Working with data like this has unknown error bars, and I've had weird shit happen where I fixed the tracing pipeline, and the metrics people complained that they corrected for the errors downstream, and now due to those corrections, the whole thing looked out of shape.
One problem is that you can't just focus on outliers. Whatever pattern-matching you use to spot outliers will end up introducing a bias in the data. You need to check all the data, not just the data that "looks wrong". And that's expensive.
In clinical drug trials, we have the concept of SDV--Source Data Verification. Someone checks every data point against the official source record, usually a medical chart. We track the % of data points that have been verified. For important data (e.g., Adverse Events), the goal is to get SDV to 100%.
As you can imagine, this is expensive.
Will LLMs help to make this cheaper? I don't know, but if we can give this tedious, detail-oriented work to a machine, I would love it.
People who don't heed this advice get to discover it for themselves (I sure did)
IF you can't make the data convincing, you'll lose all trust, and nobody will do business with you.
> Authors should have their work proof read
Agreed.
Opening passage:
> A quick plot of the latitude and longitude shows some clear outliners
"outliners"
Ouch!
I have written my own Home Assistant custom component for the UK fuel finder data, and yes, the data really is that bad.
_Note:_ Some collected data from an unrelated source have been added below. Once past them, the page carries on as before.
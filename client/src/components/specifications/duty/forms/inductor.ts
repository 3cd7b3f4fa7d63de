import type { InductorDuty } from '#shared/engine/duties/inductor'
import { figure } from '../../field-types'
import { currentLimit, D, dcSupply, efficiency, frequency, switchDrop, type DutyForm } from './fields'

const USES = [{ value: 'buck', label: 'buck' }, { value: 'boost', label: 'boost' }, { value: 'line-boost', label: 'boost from the line, power factor corrected' }]
const lineSupply = { kind: 'line', minimumV: 85, nominalV: 230, maximumV: 265, lineFrequencyHz: 50 } as const
const NEW_USES = {
  'buck': { supply: dcSupply, outputVoltageV: 5 },
  'boost': { supply: dcSupply, outputVoltageV: 48 },
  'line-boost': { supply: lineSupply, outputVoltageV: 400 },
} as const

export const INDUCTOR_FORM: DutyForm<InductorDuty> = {
  title: 'inductor',
  text: 'One winding that stores energy: buck, boost, or the boost of a power-factor corrector over the half-wave.',
  supplies: ['dc'],
  outputs: null,
  kinds: ({ use }) => [
    { label: 'Use', place: `${D}.use`, choices: USES, value: use, write: (kind) => ({ [`${D}.use`]: kind, ...Object.fromEntries(Object.entries(NEW_USES[kind as keyof typeof NEW_USES]).map(([key, value]) => [`${D}.${key}`, value])) }) },
  ],
  fields: () => [
    figure(`${D}.outputVoltageV`, 'Output voltage', 'V'),
    figure(`${D}.outputDropV`, 'Rectifier drop', 'V', { min: 0 }),
    figure(`${D}.outputCurrentA`, 'Output current at full load', 'A'),
    figure(`${D}.lightLoadCurrentA`, 'Output current at light load', 'A', { min: 0, help: '0 leaves light load out.' }),
    frequency,
    figure(`${D}.rippleRatio`, 'Ripple over mean current', '%', { min: 0.01, max: 2, help: 'Peak to peak, where it is greatest; on the line over the crest’s current.' }),
    efficiency,
    switchDrop,
    currentLimit,
  ],
  start: { topology: 'inductor', use: 'buck', supply: dcSupply, outputVoltageV: 5, outputDropV: 0.5, outputCurrentA: 3, lightLoadCurrentA: 0.3, switchingFrequencyHz: 200e3, rippleRatio: 0.4, efficiency: 0.92, switchDropV: 0.1, currentLimit: null },
}
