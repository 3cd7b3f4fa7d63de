import { describe, expect, it } from 'vitest'
import { shippedLibrary } from '#server/db/seed/parts/library'
import { BUOY_SUPPLY, COUPLED_INDUCTOR, HARBOUR_SUPPLY } from '#server/db/seed/specifications/requirements'
import { evaluate, propose } from '#shared/engine/index'
import type { CheckResult } from '#shared/engine/evaluation'
import type { Library } from '#shared/engine/library'
import type { Duty, FlybackDuty, RequirementSheet, SpecificationDocument, Topology, WindingStep } from '#shared/engine/specification'

/**
 * One document for each rule of the release checks that breaks it, made from a proposal by the smallest change. What the change
 * must do to the check stands beside it; the sources of the rules are those that the checks name.
 */

const library = shippedLibrary()
const sheets = { insulated: HARBOUR_SUPPLY, margin: { ...HARBOUR_SUPPLY, insulationMethod: 'margin-tape' } as RequirementSheet, buoy: BUOY_SUPPLY, coupled: COUPLED_INDUCTOR }
type Base = keyof typeof sheets
const proposed = new Map(Object.entries(sheets).map(([name, sheet]) => [name as Base, propose(sheet, library).document]))
const copyOf = (base: Base): SpecificationDocument => structuredClone(proposed.get(base)!)

const winding = ({ specification }: SpecificationDocument, name: string) => specification.windings.find((one) => one.name === name)!
const boundary = ({ specification }: SpecificationDocument, name: string) => specification.insulation.boundaries.find((one) => one.name === name)!
const row = ({ specification }: SpecificationDocument, symbol: string) => specification.tests.find((one) => one.symbol === symbol)!
const steps = ({ specification }: SpecificationDocument) => specification.sequence.filter((step): step is WindingStep => step.kind === 'winding')
const duty = ({ requirement }: SpecificationDocument) => requirement!.duty as FlybackDuty
const wireRow = (id: RegExp | string, form = 'round') => library.wires.find((one) => one.form === form && (typeof id === 'string' ? one.size === id : id.test(one.size)))!
const draw = (document: SpecificationDocument, topology: Topology) => {
  document.requirement = null
  document.specification.electrical.topology.value = topology
}
const wind = (document: SpecificationDocument, name: string, size: string, form = 'round') => {
  const { kind, id, version } = wireRow(size, form)
  winding(document, name).wire.wire = { kind, id, version }
}

interface Break {
  code: string
  name: string
  base?: Base
  change: (document: SpecificationDocument) => void
  state?: CheckResult['state']
  library?: Library
}

const ELECTRICAL: Break[] = [
  { code: 'E03', name: 'a forward part whose swing nobody knows', change: (d) => draw(d, 'forward'), state: 'not-checkable' },
  { code: 'E04', name: 'a bridge whose flux nobody knows', change: (d) => draw(d, 'full-bridge'), state: 'not-checkable' },
  { code: 'E05', name: 'a resonant part whose flux nobody knows', change: (d) => draw(d, 'llc'), state: 'not-checkable' },
  { code: 'E06', name: 'a gate drive without a volt-second product', change: (d) => draw(d, 'gate-drive'), state: 'not-checkable' },
  { code: 'E13', name: 'a spacer that no note explains', change: ({ specification }) => { specification.core.gap.position.value = 'all-legs-spacer'; specification.notes = [] } },
  { code: 'E19', name: 'bias far beyond the knee', change: ({ specification }) => specification.electrical.saturation.forEach((limit) => { limit.currentA *= 3 }) },
  { code: 'E21', name: 'leakage and capacitance limits that exclude each other', change: ({ specification: { electrical } }) => {
    const [limit] = electrical.leakage
    electrical.interwindingCapacitance = [{ id: 'c1', status: 'mandatory', origin: { kind: 'entered' }, windingIds: [limit!.windingId, ...limit!.shortedWindingIds], maximumF: 1e-12, frequencyHz: 100e3, terminalsTied: 'each shorted' }]
  } },
  { code: 'E22', name: 'a clamp that takes half of the power', change: (d) => { duty(d).clampSpikeV = 1 } },
  { code: 'E23', name: 'a self-resonance at twice the switching frequency', change: ({ specification: { electrical, windings } }) => { electrical.selfResonance.value = { minimumHz: 130e3, windingId: windings[0]!.id, terminalsTied: '' } } },
  { code: 'E24', name: 'a capacitance that the build does not keep', change: ({ specification: { electrical } }) => {
    electrical.interwindingCapacitance = [{ id: 'c1', status: 'mandatory', origin: { kind: 'entered' }, windingIds: ['w1', 'w2'], maximumF: 1e-15, frequencyHz: 100e3, terminalsTied: 'each shorted' }]
  } },
  { code: 'E25', name: 'a current transformer with 5 % of droop', change: (d) => { draw(d, 'current-sense'); d.specification.electrical.currentSense.value = { burdenOhm: 10, ratioError: 0.01, droop: 0.05, bandwidthHz: { minimum: 1e3, maximum: 1e6 }, maximumPrimaryCurrentA: 10, maximumDcA: 0.1 } } },
  { code: 'E26', name: 'a current transformer with a direct current of 1 kA', change: (d) => { draw(d, 'current-sense'); d.specification.electrical.currentSense.value = { burdenOhm: 10, ratioError: 0.01, droop: 0.01, bandwidthHz: { minimum: 1e3, maximum: 1e6 }, maximumPrimaryCurrentA: 10, maximumDcA: 1000 } } },
  { code: 'E27', name: 'a common-mode choke with much leakage', change: (d) => { draw(d, 'common-mode-choke'); d.specification.electrical.commonMode.value = { impedance: [], differentialLeakageH: 1, ratedCurrentA: 10, ratedVoltageV: 250, ratedTemperatureC: 60 } } },
  { code: 'E28', name: 'a common-mode choke of unequal turns', change: (d) => draw(d, 'common-mode-choke') },
  { code: 'E29', name: 'a common-mode choke with one point of impedance', change: (d) => { draw(d, 'common-mode-choke'); d.specification.electrical.commonMode.value = { impedance: [{ frequencyHz: 1e6, minimumOhm: 1000 }], differentialLeakageH: null, ratedCurrentA: 1, ratedVoltageV: 250, ratedTemperatureC: 60 } } },
  { code: 'E30', name: 'a coupled inductor tested with the current of one winding', base: 'coupled', change: ({ specification }) => specification.electrical.saturation.forEach((limit) => { limit.currentA /= 3 }) },
  { code: 'E32', name: 'a part at 200 °C', change: (d) => { d.requirement!.ambientC = 200 } },
  { code: 'E34', name: 'an unregulated output of fine wire', base: 'buoy', change: (d) => wind(d, 'S2', '0.080 mm') },
]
But, hey, we’re all wise after the event. To their credit though, they do seem to be actively reacting to feedback. I also contacted them about the bad data issue, and they are now adding user warnings about bad price values at the point of data entry (according to https://www.developer.fuel-finder.service.gov.uk/release-not...).
"Stop Publishing Garbage Data, It’s Embarrassing"
To the rather lamer:
"Twice this week, I have come across embarassingly bad data"
?
Easy type to make, but seriously, does no one even take a cursory look at the charts when publishing articles like this? The chart looks _obviously_ wrong, so imagine how many are only slightly wrong and are missed.
The fuel prices one could surely be solved with a tiny bit of validation; are the coordinates even within a reasonable range? Fortunately, in the UK, it's really easy to tell which is latitude and which is longitude due to one of them being within a digit or two of zero on either side.